During their first year of the Eagles’ provisional status, they played against NAIA competition. The second year featured a combination of NAIA and NCAA Division II opponents. The final year has mostly NCAA Division II opponents and some NCAA Division I.

Some scheduling has been difficult; established NCAA Division II teams don’t really want to face the new kid on the block.

“Because if we beat them, then they don’t look that good,” Roberson said. “It’s really hard to play Division II schools in the region. We do believe we are in the premier conference out in the west.”

Concordia wants to be the best of the best.

Eagles step up

Concordia’s women’s volleyball and men’s basketball teams have certainly helped the Eagles reach their goal of being an elite NCAA Division II program.

Concordia won five national championships in the final five years of NAIA competition, including baseball, men’s basketball, women’s volleyball, men’s volleyball and softball. The Eagles finished seventh in their first year of the PacWest Commissioner’s Cup race, which rewards the top athletic program determined by all sports. They are in second for that cup after the fall.

The men’s basketball team, which won two national championships in the NAIA, tied for first place in its first year of PacWest Conference play.
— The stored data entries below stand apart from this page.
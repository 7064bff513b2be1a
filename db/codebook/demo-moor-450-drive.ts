import { component, drop } from './demo-build'
import { brakePads, engineOil, tyres } from './demo-common'
import { charging, networkPair, starter } from './demo-common-electrics'
import type { DemoComponent } from './demo-figures'

/** Moor 450, oil, drive, cooling and brakes: where things are and what they read. All invented. */
export const MOOR_450_DRIVE: DemoComponent[] = [
  engineOil({ place: 'Switch on the left engine cover, above the filter.', page: 26, low: 50 }),
  component({
    id: 'driveBelt1',
    name: 'Drive belt',
    place: 'Left side, under the belt cover; its air duct ends under the seat.',
    setups: ['sidePanelOff', 'beltCoverOff'],
    fasteners: 'Cover: ten bolts, 8 mm head.',
    torqueNm: 5,
    page: 100,
    values: [
      {
        id: 'width',
        name: 'Belt width, outside',
        quantity: 'length',
        low: 28.5,
        conditions: 'Squeezed by hand, at three places',
      },
    ],
  }),
  component({
    id: 'fourWheelUnitFront',
    name: 'Front drive unit',
    place: 'On the front gearcase, right side.',
    setups: ['frontCoverOff'],
    fasteners: 'Three bolts, 8 mm head.',
    connector: 'Black, two pins.',
    pins: [
      ['1', 'grey with white', 'feed with the switch at four'],
      ['2', 'black', 'ground'],
    ],
    torqueNm: 9,
    page: 104,
    values: [
      drop('supplyDrop', 'Volts lost from battery to its plug', 0.5, 'Key on, switch at four'),
    ],
  }),
  component({
    id: 'radiator1',
    name: 'Radiator and fan',
    place: 'Behind the front bumper; cap under the front cover.',
    setups: ['frontCoverOff'],
    fasteners: 'Fan: three bolts, 8 mm head.',
    connector: 'Fan: black, two pins.',
    pins: [
      ['1', 'blue with white', 'fan plus, from the relay'],
      ['2', 'black', 'ground'],
    ],
    torqueNm: 8,
    page: 80,
    values: [
      {
        id: 'capPressure',
        name: 'Pressure the cap opens at',
        quantity: 'pressure',
        low: 90,
        high: 120,
        conditions: 'Cold, with a hand pump',
      },
    ],
  }),
  ...starter({
    relayPlace: 'Under the seat, beside the battery.',
    motorPlace: 'Front of the engine, left, below the cylinder.',
    setups: ['seatOff'],
    page: 78,
  }),
  ...charging({
    place: 'Under the flywheel, left; plug behind the left side panel.',
    regulatorPlace: 'Front, under the headlamp, fins forward.',
    setups: ['sidePanelOff'],
    page: 76,
    leg: [0.32, 20],
    legAcVolts: 18,
    rpm: 1700,
  }),
  networkPair({
    place: 'Service plug under the seat, beside the module: pin 1 and pin 2.',
    setups: ['seatOff'],
    page: 91,
    pins: ['1', '2'],
  }),
  tyres({ place: 'Front and rear alike.', page: 112, kPa: [32, 40] }),
  brakePads({ place: 'Both front wheels, seen from behind.', page: 110, low: 1, torqueNm: 32 }),
]
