/**
 * The code book by files: `npm run codebook:export -- --json FILE | --csv DIR`, `npm run codebook:import --
 * FILE|DIR`, which makes a draft, and `npm run codebook:publish`. Acts as the person `--as EMAIL` names (the
 * owner of the demo shop, when left out), with the rights of their roles.
 */
import { mkdirSync, readdirSync, readFileSync, statSync, writeFileSync } from 'node:fs'
import { basename, join, resolve } from 'node:path'
import { fileURLToPath } from 'node:url'
import { parseArgs } from 'node:util'
import { v7 } from 'uuid'
import { switchDatabase, withNoShop } from '@/db/client'
import type { BookProblem } from '@/db/codebook/book-problem'
import { readBookCsv, writeBookCsv } from '@/db/codebook/file-csv'
import { readBookJson, writeBookJson } from '@/db/codebook/file-json'
import { type FileProblem, problemLine, type ReadBook } from '@/db/codebook/file-problem'
import { findSignIn } from '@/db/queries/sign-in'
import { fail, ok, type Result } from '@/lib/model/result'
import { exportBook } from '@/lib/sync/server/book/export-book'
import { publishDraft } from '@/lib/sync/server/book/publish-draft'
import { type BookHand, takeDraft } from '@/lib/sync/server/book/take-draft'

/** A sentence for whoever typed the command; nothing was done. */
class Refused extends Error {}

const OPTIONS = {
  json: { type: 'string' },
  csv: { type: 'string' },
  version: { type: 'string' },
  draft: { type: 'boolean', default: false },
  note: { type: 'string' },
  replace: { type: 'boolean', default: false },
  as: { type: 'string', default: 'owner@demo.invalid' },
} as const
const read = (args: string[]) => parseArgs({ args, options: OPTIONS, allowPositionals: true })
type Args = ReturnType<typeof read>

async function handOf(email: string): Promise<BookHand> {
  const [found] = await withNoShop((tx) => findSignIn(tx, email))
  if (found === undefined) throw new Refused(`Nobody signs in as ${email}.`)
  return { actor: found, now: Date.now(), newId: v7 }
}

async function exportTo({ values }: Args): Promise<string> {
  const { actor } = await handOf(values.as)
  const which = values.draft
    ? 'draft'
    : values.version === undefined
      ? null
      : Number(values.version)
  const found = await exportBook(actor.shopId, which)
  if (found === undefined) throw new Refused('The shop has no such code book.')
  const { book, version, hash } = found
  const what = `${version === null ? 'The draft' : `Version ${version}`}, ${book.items.length} items`
  if (values.json !== undefined) {
    writeFileSync(values.json, writeBookJson(book, { version, hash }))
    return `${what}, is in ${values.json}`
  }
  if (values.csv === undefined) throw new Refused('Say where to: --json FILE or --csv DIR.')
  mkdirSync(values.csv, { recursive: true })
  const files = writeBookCsv(book)
  for (const [name, text] of files) writeFileSync(join(values.csv, name), text)
  return `${what}, is in ${files.size} files in ${values.csv}`
}

async function importFrom({ values, positionals }: Args): Promise<string> {
  const [path] = positionals
  if (path === undefined)
    throw new Refused('Say what to import: a JSON file, or a folder of CSV files.')
  const hand = await handOf(values.as)
  const file = readPath(path)
  if (!file.ok) throw new Refused(file.problem.map(problemLine).join('\n'))
  const { book, places } = file.value
  const taken = await takeDraft(hand, { book, note: values.note ?? null, replace: values.replace })
  if (!taken.ok) throw new Refused(SENTENCES[taken.problem.kind])
  const { items, hash, findings } = taken.value
  const lines = findings.map((finding) => findingLine(finding, places))
  const end =
    findings.length === 0
      ? 'Nothing hinders its publishing.'
      : `${findings.length} findings hinder its publishing.`
  return [...lines, `Draft of ${items} items, ${hash.slice(0, 12)}. ${end}`].join('\n')
}

function readPath(path: string): Result<ReadBook, FileProblem[]> {
  if (!statSync(path).isDirectory()) return readBookJson(readFileSync(path, 'utf8'), basename(path))
  const names = readdirSync(path).filter((name) => name.endsWith('.csv'))
  return readBookCsv(new Map(names.map((name) => [name, readFileSync(join(path, name), 'utf8')])))
}

function findingLine({ kind, id, words }: BookProblem, places?: ReadBook['places']): string {
  const place = places?.get(id)
  if (place === undefined) return `${kind}: ${id}: ${words}`
  return problemLine({ ...place, words: `${kind}: ${id}: ${words}` })
}

async function publish({ values }: Args): Promise<string> {
  const published = await publishDraft(await handOf(values.as))
  if (published.ok) return `Version ${published.value.version} is published.`
  const { problem } = published
  if (problem.kind === 'findings')
    throw new Refused(
      [...problem.findings.map((one) => findingLine(one)), SENTENCES.findings].join('\n'),
    )
  throw new Refused(SENTENCES[problem.kind])
}

const SENTENCES = {
  forbidden: 'The roles of this person do not allow it.',
  hasDraft: 'There is a draft already. Say --replace to put this one in its place.',
  noDraft: 'There is no draft to publish.',
  nothingNew: 'The draft is the newest version already.',
  overtaken: 'Another draft came meanwhile. Look at it, then publish.',
  findings: 'Not published: the book has to be right first.',
}

const COMMANDS = new Map([
  ['export', exportTo],
  ['import', importFrom],
  ['publish', publish],
])

/** Runs a command on the database behind asShop; answers what it says, and whether it was done. */
export async function bookCommand(name: string, args: string[]): Promise<Result<string, string>> {
  const command = COMMANDS.get(name)
  if (command === undefined) return fail('Say what to do: export, import or publish.')
  try {
    return ok(await command(read(args)))
  } catch (cause) {
    if (cause instanceof Refused) return fail(cause.message)
    throw cause
  }
}

if (process.argv[1] && resolve(process.argv[1]) === fileURLToPath(import.meta.url)) {
  const { startDatabase } = await import('./db.mjs')
  await switchDatabase(process.env.DATABASE_URL ?? (await startDatabase()).appUrl)
  const [name = '', ...args] = process.argv.slice(2)
  const done = await bookCommand(name, args)
  await switchDatabase(null)
  if (done.ok) console.log(done.value)
  else console.error(done.problem)
  process.exitCode = done.ok ? 0 : 1
}
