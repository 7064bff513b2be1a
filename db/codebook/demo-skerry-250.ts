import type { MachineModel } from '@/lib/model/machine-model'
import { type DemoPart, page, SHOP_FIGURE } from './demo-figures'
import { SKERRY_250_CHASSIS } from './demo-skerry-250-chassis'
import { SKERRY_250_COMPONENTS } from './demo-skerry-250-components'

/** The parts the demo shop buys for this model; numbers, prices and failure shares are invented. */
const PARTS: DemoPart[] = [
  {
    part: 'ignitionCoil',
    genuineNumber: 'TS-2501-022',
    genuineMinor: 8400,
    aftermarketNumber: 'AX-7781',
    aftermarketMinor: 2900,
    genuineFailsOf100: 2,
    aftermarketFailsOf100: 9,
    source: SHOP_FIGURE,
  },
  {
    part: 'sparkPlug',
    genuineNumber: 'TS-2501-008',
    genuineMinor: 900,
    aftermarketNumber: 'AX-0314',
    aftermarketMinor: 600,
    genuineFailsOf100: 1,
    aftermarketFailsOf100: 2,
    source: SHOP_FIGURE,
  },
  {
    part: 'plugCap',
    genuineNumber: 'TS-2501-009',
    genuineMinor: 1500,
    aftermarketNumber: 'AX-7751',
    aftermarketMinor: 800,
    genuineFailsOf100: 2,
    aftermarketFailsOf100: 4,
    source: SHOP_FIGURE,
  },
  {
    part: 'carburettorKit',
    genuineNumber: 'TS-2501-016',
    genuineMinor: 3800,
    aftermarketNumber: 'AX-1616',
    aftermarketMinor: 1700,
    genuineFailsOf100: 1,
    aftermarketFailsOf100: 4,
    source: SHOP_FIGURE,
  },
  {
    part: 'crankSensorUnit',
    genuineNumber: 'TS-2501-023',
    genuineMinor: 7600,
    aftermarketNumber: null,
    aftermarketMinor: null,
    genuineFailsOf100: 2,
    aftermarketFailsOf100: null,
    source: SHOP_FIGURE,
  },
  {
    part: 'fuelFilter',
    genuineNumber: 'TS-2501-017',
    genuineMinor: 900,
    aftermarketNumber: 'AX-2217',
    aftermarketMinor: 400,
    genuineFailsOf100: 1,
    aftermarketFailsOf100: 2,
    source: SHOP_FIGURE,
  },
]

/** Unit 31 of the demo fleet: a two-stroke dirt bike with a carburettor and a kick lever. Maker, model and every figure are invented. */
export const SKERRY_250: MachineModel = {
  id: '01980000-0000-7000-8000-000000000203',
  maker: 'Tarnholt',
  model: 'Skerry 250',
  features: {
    kind: 'dirtBike',
    strokes: 'two',
    fuelling: 'carburettor',
    battery: 'no',
    primesAtKeyOn: 'no',
    coilType: 'capacitive',
    cooling: 'liquid',
    drive: 'chain',
    neutral: 'yes',
    electricStart: 'no',
    handStart: 'kick',
    electronicThrottle: 'no',
    steeringAssist: 'no',
    cylinders: 'one',
  },
  specSheet: {
    showCodes: {
      steps: ['This machine stores no codes. There is nothing to read out.'],
      clearSteps: ['Nothing to clear.'],
      source: page(4),
    },
    components: [...SKERRY_250_COMPONENTS, ...SKERRY_250_CHASSIS],
    cutOut: 'closesToStop',
    engagementRpm: null,
    massKg: 104,
    towPreparation:
      'Neutral, chain on. Rope to the left foot peg, turned once round so that it can be let go; walking pace.',
    parts: PARTS,
    demo: true,
  },
  source: 'demo, invented',
}
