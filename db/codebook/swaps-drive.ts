import type { SwapItem } from '@/lib/model/code-book'
import {
  BEAD_JUMPS,
  HOT_BRAKE,
  HOT_DRIVE,
  KEY_OFF_PLUG,
  KEY_OUT,
  NO_BRAKES,
  ON_STAND,
} from './cautions-drive'
import { FOUR_WHEELS, RIDDEN, WITH_NEUTRAL } from './gates-drive'
import { GUESS } from './sources'

const plain = (...texts: string[]): SwapItem['steps'] =>
  texts.map((text) => ({ text, caution: null }))

/** Swaps with a known-good part in the order fit, refit, fit; figures are guesses. */
export const DRIVE_SWAPS: SwapItem[] = [
  {
    kind: 'swap',
    id: 'beltSwap',
    name: 'Swap in the spare belt',
    fault: 'beltSlips',
    part: 'driveBelt',
    gate: { drive: ['belt'] },
    minutes: 22,
    setups: ['beltCoverOff'],
    guideSafe: false,
    cautions: [
      KEY_OUT,
      HOT_DRIVE,
      {
        signal: 'WARNING',
        text: 'It can jump forward when it takes up. Cover on, neutral or brake on at the start, nobody in front.',
      },
    ],
    steps: plain(
      'Ride a few metres with the old belt, if it still pulls. Make sure it slips now.',
      'Key out. Cover off when it is cool. Open the driven clutch and lift the belt off.',
      'Wipe both clutch faces dry. Fit the spare in its direction of run. Cover on.',
      'Ride the same few metres. Record: slips or pulls.',
      'Key out. Fit the old belt again, if it is whole. Ride. Record: slips again or not.',
      'Key out. Fit the good belt for keeps, cover on. Ride gently for ten minutes.',
    ),
    table: {
      beltSlips: [8, 14, 78],
      beltBroken: [10, 84, 6],
      clutchDrivenStuck: [60, 32, 8],
      clutchDriveStuck: [68, 26, 6],
      parkBrakeDragging: [84, 13, 3],
      handClutchSlips: [90, 9, 1],
    },
    otherwise: [86, 12, 2],
    basis: 'commonPractice',
    basisWords:
      'A fault that comes back with the old belt is in the belt. Wiping the clutches helps by itself, so gone once is not proof.',
    source: GUESS,
  },
  {
    kind: 'swap',
    id: 'wheelSwap',
    name: 'Swap the wheel with the other side',
    fault: 'rimBent',
    part: 'wheelRim',
    gate: FOUR_WHEELS,
    minutes: 25,
    setups: ['endRaised'],
    guideSafe: false,
    cautions: [ON_STAND, BEAD_JUMPS],
    steps: plain(
      'Note the fault: which side loses air, wobbles or pulls.',
      'That end up on stands, rest chocked. Take both wheels off.',
      'Fit them on the other sides if they are alike. Nuts crosswise, to the spec sheet.',
      'Ride a short way at walking pace. Record: has the fault moved with the wheel?',
      'Swap them back and ride again. Record: is it back on the old side?',
      'Check every nut once more.',
    ),
    table: {
      rimBent: [5, 5, 90],
      tyrePunctured: [10, 5, 85],
      tyreBeadOff: [14, 20, 66],
      valveLeaking: [12, 8, 80],
      tyreTorn: [16, 4, 80],
      wheelLoose: [48, 46, 6],
      wheelBearingWorn: [88, 10, 2],
    },
    otherwise: [91, 8, 1],
    basis: 'physics',
    basisWords:
      'A fault that moves with the wheel sits in wheel or tyre, not in hub or steering. Tightening the nuts cures a loose wheel by itself.',
    source: GUESS,
  },
  {
    kind: 'swap',
    id: 'gearSwitchSwap',
    name: 'Swap the gear position sensor',
    fault: 'gearPositionBad',
    part: 'gearSwitch',
    gate: WITH_NEUTRAL,
    minutes: 20,
    setups: ['sidePanelOff'],
    guideSafe: false,
    cautions: [
      KEY_OFF_PLUG,
      {
        signal: 'WARNING',
        text: 'The engine may start in gear while the sensor is off. Neutral proved by pushing, brake on, hands off the starter.',
      },
    ],
    steps: plain(
      'Key on. Make sure that the display is wrong now. Key off.',
      'Unplug the sensor. Look at the pins. Fit the known-good one to the same mark.',
      'Key on. Go through every place. Record: right or wrong.',
      'Key off. Fit the old one to the same mark. Key on. Record: wrong again or not.',
      'Key off. Fit the good one for keeps.',
    ),
    table: {
      gearPositionBad: [6, 16, 78],
      shiftLinkageOff: [82, 15, 3],
      parkOrRangeNotEngaged: [84, 14, 2],
      keySwitchHarness: [70, 28, 2],
    },
    otherwise: [88, 11, 1],
    basis: 'commonPractice',
    basisWords:
      'A fault that comes back with the old sensor was in it. Setting it anew and wiping the plug also cure some.',
    source: GUESS,
  },
  {
    kind: 'swap',
    id: 'padSwap',
    name: 'Swap in good brake pads',
    fault: 'brakePadsOiled',
    part: 'padSet',
    gate: RIDDEN,
    minutes: 35,
    setups: ['caliperOff'],
    guideSafe: false,
    cautions: [HOT_BRAKE, NO_BRAKES],
    steps: plain(
      'Push the machine against the brake. Make sure that it does not bite now.',
      'Chock it. Let it cool. Pads out. Look at lining and backs.',
      'Clean the disc with brake cleaner, wipe it dry. Fit the good pads.',
      'Pump until the lever is firm. Push against the brake. Record: bites or not.',
      'Old pads back only if they are thick and not on the steel. Push again. Record.',
      'Fit the good pads for keeps and pump the lever firm. Try them at walking pace.',
    ),
    table: {
      brakePadsOiled: [10, 24, 66],
      brakePadsGone: [8, 80, 12],
      brakeIced: [34, 64, 2],
      caliperSeized: [72, 24, 4],
      brakeAirBoiled: [86, 13, 1],
      masterPassing: [92, 7, 1],
    },
    otherwise: [84, 14, 2],
    basis: 'commonPractice',
    basisWords:
      'Oil soaked into the old pads comes back with them. A cleaned disc helps by itself, so gone once is not proof.',
    source: GUESS,
  },
]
The Concordia women’s volleyball team captured the PacWest Conference championship outright in its first season in the league.

“It was bittersweet,” Concordia women’s volleyball coach Paula Weishoff said of winning the PacWest Conference championship but then not being able to compete in the postseason. “You don’t get a lot of chances to win the championship. It was the last year of the three-year cycle, and we just said, ‘Hey we are going to do this, and now you can leave a legacy.’”

Weishoff has coached at different levels, leading the way at NAIA Concordia for five years before going to coach at NCAA Division I UC Irvine and then back to Concordia, where she is in her third year.

“I love the people here and I love what the school represents,” Weishoff said. “I wake up every morning and it’s like all your friends are here.”

Weishoff admits recruiting will be a greater challenge after winning the PacWest in the Eagles’ first year. She knows the other teams in the PacWest, some of whom were also from NAIA (Azusa Pacific, Cal Baptist and Point Loma Nazarene), will be even more aggressive in their recruiting efforts.

“Recruiting is a beast now,” Weishoff said. “It gets harder each year. I’m out all the time.… We won it right off the bat, so now we have to work harder.”

Concordia men’s basketball coach Ken Ammann said he doesn’t see that much difference in his recruiting efforts. Ammann, an Edison High alumnus who played at Stanford after transferring from Santa Ana College, has always gone after the best. The Eagles have always recruited a high-caliber basketball player who performs well academically, he said.

Ammann continues to have lofty goals for the Eagles.

“My goal when I took over in 2002 was that we would be a national contender in the NAIA, and we won two national championships and we were the first from the [Golden State Athletic Conference] to do that,” he said. “Our goal is now the same: to be a national power in NCAA Division II.”

Ammann remains excited about the future, which will include a renovation of the gym later this year.

A new day for Eagles

Frankie Wade-Sanchez, a senior at Huntington Beach High, said she is excited to play women’s basketball for Concordia University.

She said she chose to play for the Eagles so that she can be a part of history. The first Concordia women’s basketball team to win a PacWest championship? That will definitely be a goal.

“That was something that made my decision easier, to be a part of something so big,” Wade-Sanchez said. “I love that I could put in the work with them and hopefully we can go far.”

Wade-Sanchez landing at Concordia makes sense for her and for the Eagles, who are making a strong effort to reach out to the Orange County community.

They want to capitalize on their building effort that will make them the only NCAA Division II university in Orange County.